Where does the string "coefficients" appear in the records? Copy every line that contains it.

» Input
· · ·
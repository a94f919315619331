"""The gates of a finished fit: each one passing and failing, and what is saved of them."""

from __future__ import annotations

import json
from dataclasses import replace
from typing import Any

import numpy as np
import pandas as pd
import pytest
from numpy.typing import NDArray

import stresskit as sk
from stresskit.core.errors import TextError
from stresskit.core.values import FeatureTable, RiskSet
from stresskit.hazard.at_risk import CauseRows, cause_rows
from stresskit.hazard.fit import Backend, choose_sums, fit_hazard
from stresskit.hazard.link import LINKS
from stresskit.hazard.sums import hazard_data
from stresskit.hazard.usable import HARD, Gate, largest_run
from tests.hazard.hazard_cases import feature_table, make_spec, simulated_panel

Panel = tuple[RiskSet, FeatureTable]
Floats = NDArray[np.float64]
BACKENDS = pytest.mark.parametrize("backend", ["rows", "factored"])
LINK_NAMES = pytest.mark.parametrize("link", ["cloglog", "logit"])
SOFT = ("actual_expected", "levels", "macro_range", "events_per_coefficient", "periods")
BASE: tuple[dict[str, Any], ...] = (
    {"age": "linear"}, {"loan": "ltv"}, {"loan": "product", "as": "category", "reference": "fixed"}, {"macro": "rate"},
)  # fmt: skip


def _gate(fit: sk.HazardFit, name: str) -> Gate:
    return {g.name: g for g in fit.gates}[name]


def _book(n: int = 6000, seed: int = 0, **columns: Any) -> pd.DataFrame:
    rng = np.random.default_rng(seed)
    frame = pd.DataFrame(
        {"loan": np.arange(n), "age": rng.integers(1, 7, n), "period": 24_000 + rng.integers(0, 40, n)}
    )
    frame["region"] = rng.choice(["coast", "north", "valley"], n)
    return frame.assign(**columns)


def _risk_set(frame: pd.DataFrame) -> RiskSet:
    static = [c for c in frame.columns if c not in ("loan", "age", "period", "event", "w")]
    weight = "w" if "w" in frame.columns else None
    return sk.risk_set_from_rows(
        frame, loan="loan", age="age", event="event", period="period", static=static, weight=weight
    )


@BACKENDS
@LINK_NAMES
def test_a_sound_fit_passes_every_gate_and_says_what_was_asked_and_found(
    panel: Panel, link: str, backend: Backend
) -> None:
    fit = fit_hazard(make_spec(*BASE, link=link), *panel, backend=backend)
    assert tuple(g.name for g in fit.gates) == (*HARD, *SOFT)
    assert all(g.passed and g.asked and g.found and not g.remedy for g in fit.gates)
    assert fit.failed_gates == ()
    assert _gate(fit, "events").found == f"{fit.n_events:.0f} events in {fit.nobs:,.0f} rows"
    assert "<= 1e-10 and scaled gradient <= 1e-08" in _gate(fit, "convergence").asked
    assert "gates passed: events, rank, separation, convergence, actual_expected" in fit.summary()
    assert "FAILED" not in fit.summary()


# ---- expected events of loans


@LINK_NAMES
@pytest.mark.parametrize("shift", [0.0, 4.0])
def test_expected_events_of_loans_are_those_of_their_rows(panel: Panel, link: str, shift: float) -> None:
    """Both backends against predict, row by row; with +4 on the intercept hazards exceed 1, where the power series ends."""
    risk_set, features = panel
    fit = fit_hazard(make_spec(*BASE, link=link), risk_set, features)
    params = fit.coefficients.copy()
    params[0] += shift
    from_rows, rows = _loan_sums(fit, panel, params, "rows")
    factored, _ = _loan_sums(fit, panel, params, "factored")
    np.testing.assert_allclose(factored[0], from_rows[0], rtol=1e-11)
    np.testing.assert_allclose(factored[1], from_rows[1], rtol=1e-11, atol=1e-15)
    stay = np.repeat(np.arange(rows.loan.size), rows.exit - rows.entry)
    age = np.concatenate([np.arange(a + 1, b + 1) for a, b in zip(rows.entry, rows.exit, strict=True)])
    period = rows.origin[stay] + age
    frame = pd.DataFrame({k: v[rows.loan[stay]] for k, v in rows.static.items()} | {"age": age})
    frame["rate"] = features.column("rate")[period - features.start]
    p = fit.link.probability(_eta(frame, params))
    loan = rows.loan[stay]
    np.testing.assert_allclose(from_rows[0], np.bincount(loan, p), rtol=1e-11)
    np.testing.assert_allclose(from_rows[1], np.bincount(loan, p * (1 - p)), rtol=1e-9, atol=1e-12)


def _eta(frame: pd.DataFrame, params: Floats) -> Floats:
    return np.asarray(
        params[0] + params[1] * frame["age"].to_numpy() + params[2] * frame["ltv"].to_numpy(dtype=float)
        + params[3] * (frame["product"] == "floating").to_numpy() + params[4] * (frame["product"] == "other").to_numpy()
        + params[5] * frame["rate"].to_numpy()
    )  # fmt: skip


def _loan_sums(
    fit: sk.HazardFit, panel: Panel, params: Floats, backend: Backend
) -> tuple[tuple[Floats, Floats], CauseRows]:
    rows = cause_rows(panel[0], "default", panel[1], ("rate",))
    data = hazard_data(fit.design, rows, panel[1], LINKS[fit.spec.link])
    return choose_sums(data, backend=backend).expected_by_loan(params), rows


# ---- actual = expected


@LINK_NAMES
def test_actual_is_expected_under_an_intercept_and_not_under_a_wrong_level(link: str) -> None:
    rng = np.random.default_rng(4)
    frame = _book(event=rng.random(6000) < 0.1)
    frame["x"] = rng.normal(0.5, 1.0, 6000)
    kept = _gate(fit_hazard(make_spec({"loan": "x"}, link=link), _risk_set(frame)), "actual_expected")
    assert kept.passed
    assert ("<= 1e-06" if link == "logit" else "<= 0.01") in kept.asked
    lost = _gate(
        fit_hazard(make_spec({"loan": "x"}, link=link, intercept=False), _risk_set(frame)), "actual_expected"
    )
    assert not lost.passed
    assert f"{frame['event'].sum()} events" in lost.found
    assert "intercept" in lost.remedy


def test_bias_reduction_with_few_events_is_seen_by_the_gate() -> None:
    """Firth's logit expects half an event more per coefficient or so: 8 events, 2 coefficients (Puhr and others 2017)."""
    frame = _book(400, event=False)
    frame.loc[:7, "event"] = True
    frame["x"] = np.arange(400) % 7 - 3.0
    fit = fit_hazard(make_spec({"loan": "x"}, link="logit", bias_reduction="firth"), _risk_set(frame))
    gate = _gate(fit, "actual_expected")
    assert not gate.passed
    assert float(gate.found.split()[2]) == pytest.approx(9.0, abs=0.2)


# ---- levels


def _by_region(lift: float, n: int = 6000, seed: int = 2) -> pd.DataFrame:
    frame = _book(n)
    p = 0.08 * np.where(frame["region"] == "coast", lift, 1.0)
    return frame.assign(event=np.random.default_rng(seed).random(n) < p)


def test_a_segment_that_the_hazard_leaves_out_is_named_when_it_is_off() -> None:
    frame = _by_region(1.8)
    gate = _gate(fit_hazard(make_spec({"age": "linear"}), _risk_set(frame)), "levels")
    assert not gate.passed
    actual = int(frame.loc[frame["region"] == "coast", "event"].sum())
    assert f"region[coast] {actual} events" in gate.found
    assert "3 comparisons" in gate.found
    assert " on 2;" in gate.found
    with_it = fit_hazard(make_spec({"age": "linear"}, {"loan": "region", "as": "category"}), _risk_set(frame))
    mended = _gate(with_it, "levels")
    assert mended.passed
    assert " on 0;" in mended.found


def test_the_statistic_of_a_level_by_hand() -> None:
    """Intercept only: every row has the same probability, so A, E and V are counts."""
    frame = _by_region(1.8, 600)
    fit = fit_hazard(make_spec(link="logit"), _risk_set(frame))
    p = frame["event"].mean()
    by = frame.groupby("region")["event"].agg(["sum", "size"])
    chi = ((by["sum"] - by["size"] * p) ** 2 / (by["size"] * p * (1 - p))).sum()
    assert f"3 comparisons, chi-square {chi:.1f} on 2" in _gate(fit, "levels").found


@pytest.mark.parametrize(("lift", "n"), [(1.05, 400_000), (1.35, 600)])
def test_a_level_off_by_little_or_by_chance_passes(lift: float, n: int) -> None:
    """5 % off is plain to see in 400,000 rows and small; 35 % off in 600 rows is what chance does."""
    assert _gate(fit_hazard(make_spec(), _risk_set(_by_region(lift, n))), "levels").passed


def test_small_levels_are_joined_and_identifiers_are_no_breakdown() -> None:
    frame = _by_region(1.0, 2000)
    frame.loc[:30, "region"] = "isle"
    frame.loc[31:60, "region"] = "moor"
    frame["name"] = [f"borrower {i}" for i in range(2000)]
    frame["score"] = np.linspace(0.0, 1.0, 2000)
    gate = _gate(fit_hazard(make_spec(), _risk_set(frame)), "levels")
    assert "2 small levels joined" in gate.found
    assert "3 comparisons" in gate.found
    assert "borrower" not in gate.found


def test_a_number_of_few_values_is_a_breakdown_too() -> None:
    frame = _by_region(1.8).rename(columns={"region": "name"})
    frame["grade"] = (frame.pop("name") == "coast").astype(int)
    frame["score"] = np.linspace(0.0, 1.0, len(frame))
    found = _gate(fit_hazard(make_spec(), _risk_set(frame)), "levels").found
    assert "2 comparisons" in found
    assert "grade[1] " in found


@BACKENDS
def test_weights_count_as_rows(backend: Backend) -> None:
    frame = _by_region(1.8, 900)
    doubled = pd.concat([frame, frame.assign(loan=frame["loan"] + 10_000)])
    a = fit_hazard(make_spec(), _risk_set(frame.assign(w=2.0)), backend=backend)
    b = fit_hazard(make_spec(), _risk_set(doubled), backend=backend)
    assert [g.found.split(";")[0] for g in a.gates if g.name in SOFT] == [
        g.found.split(";")[0] for g in b.gates if g.name in SOFT
    ]


# ---- macro features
· · ·
» Result of the exercise
    params = fit.coefficients.copy()
    """Firth's logit expects half an event more per coefficient or so: 8 events, 2 coefficients (Puhr and others 2017)."""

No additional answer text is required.